Prise en charge sérologique
Par rapport au dépistage VIH et suivi virologique des présentations ont été faites sur des auto tests mais aussi sur l’intérêt de l’utilisation des technologies de l’information et de la communication qui sont devenues incontournables pour aider à la décentralisation et l’atteinte du premier 95 chez les enfants mais également sur la charge virale. Des données ont été partagées sur les profils génétiques de mutation et de modification des souches mais également des idées de recherche avec la mise en place de systèmes de recherches. Sur la prise en charge des adultes et des personnes âgées, les résultats obtenus ont montré que l’échec virologique des patients en premier et deuxième ligne était encore présent. Des taux d’échec confirmés de 4 % à Fann. Par ailleurs, le projet « vieillir » est revenu sur les maladies qui touchent les personnes âgées vivant avec le VIH. Une étude réalisée au Cameroun et au Sénégal a montré que l’hypertension et le diabète étaient surtout retrouvés chez ces victimes d’où l’intérêt de renforcer la sensibilisation sur les mesures.

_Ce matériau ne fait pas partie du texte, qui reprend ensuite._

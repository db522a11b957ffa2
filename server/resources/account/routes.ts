import { accountRequest, passwordRequest } from '../../../shared/contracts/api';
import type { Context } from '../../context';
import { actorOf, endSessions, openSession } from '../../http/authenticate';
import { perAccount, perAddress } from '../../http/limits';
import type { Routes } from '../../http/routes';
import { presentSession } from '../session/presenter';
import { changePassword, createAccount } from './service';

export function accountRoutes(routes: Routes, context: Context): void {
  const { signInLimit } = context.config;
  routes.anyone('post', '/api/account', {
    before: [perAddress(signInLimit * 5), perAccount(signInLimit)],
    body: accountRequest,
    status: 201,
    run: async ({ body, request, response }) => {
      const actor = await actorOf(context, request);
      const user = await createAccount(context, actor, body);
      if (actor) await endSessions(context, actor.userId, { only: actor.sessionId });
      await openSession(context, request, response, user.id);
      return presentSession(context, request, user);
    },
  });
  routes.account('put', '/api/account/password', {
    before: [perAddress(signInLimit)],
    body: passwordRequest,
    run: ({ actor, body }) => changePassword(context, actor, body),
  });
}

LES JEUNES S’ENGAGENT DANS LA LUTTE…
Occupant une large part dans la lutte contre le VIH au Sénégal, les jeunes à travers la « convergence des jeunes », ont marqué ces journées scientifiques. Au total quatre sessions ont permis à plus de 200 jeunes venus d’horizon divers d’échanger sur la thématique. Les panels ont porté entre autres sur le VIH et les nouvelles formes d’information et de communication avec les opportunités et avantages que leur utilisation pourrait offrir aux jeunes. Mais aussi sur la vulnérabilité des jeunes par rapport à leur santé sexuelle et reproductive, de l’employabilité des jeunes et des violences basées sur le genre chez les jeunes et les enfants. Les discussions ont également porté sur l’impact des pandémies sur la santé mentale des jeunes et la campagne de mobilisation des ressources pour les enfants qui vivent avec le VIH. In fine, des recommandations ont été faites à l’endroit des décideurs. Il s’agit entre autres d’améliorer les relations entre adultes et jeunes. Ces jeunes vivants avec le VIH, ne demandent qu’à être écoutés pour mieux communiquer. Aussi, ils souhaitent être accompagnés dans la recherche de partenariats avec toutes les personnes qui utilisent les nouvelles technologies de l’information et de la communication, telle que la presse, les séries télévisées. Poursuivant toujours leurs doléances, ces jeunes ont émis le souhait de soutenir les campagnes de communication de masse, l’amélioration de l’accès au service de la santé sexuelle et reproductive pour les jeunes qui continuent d’être stigmatisé par peur du tabou et de la moralisation des prestataires de santé. Ils souhaitent aussi qu’on revoie les lois et dispositions qui entravent la protection des jeunes qui ne répondent plus aux besoins des jeunes. Pour eux, il ne s’agit pas de refaire les lois mais juste de les adapter aux besoins et exigences de l’heure. Ainsi, ils demandent à être associés dans la sensibilisation et la prise en charge et à être intégré dans la politique publique. Pour faciliter l’accès au financement et soutenir l’accès au travail des jeunes, leur scolarisation et l’accès à la formation. Pour la convergence des jeunes, il est important de lever le tabou sur la santé mentale des jeunes et mettre à disposition des psychologues dans les espaces jeunes et les centres de santé.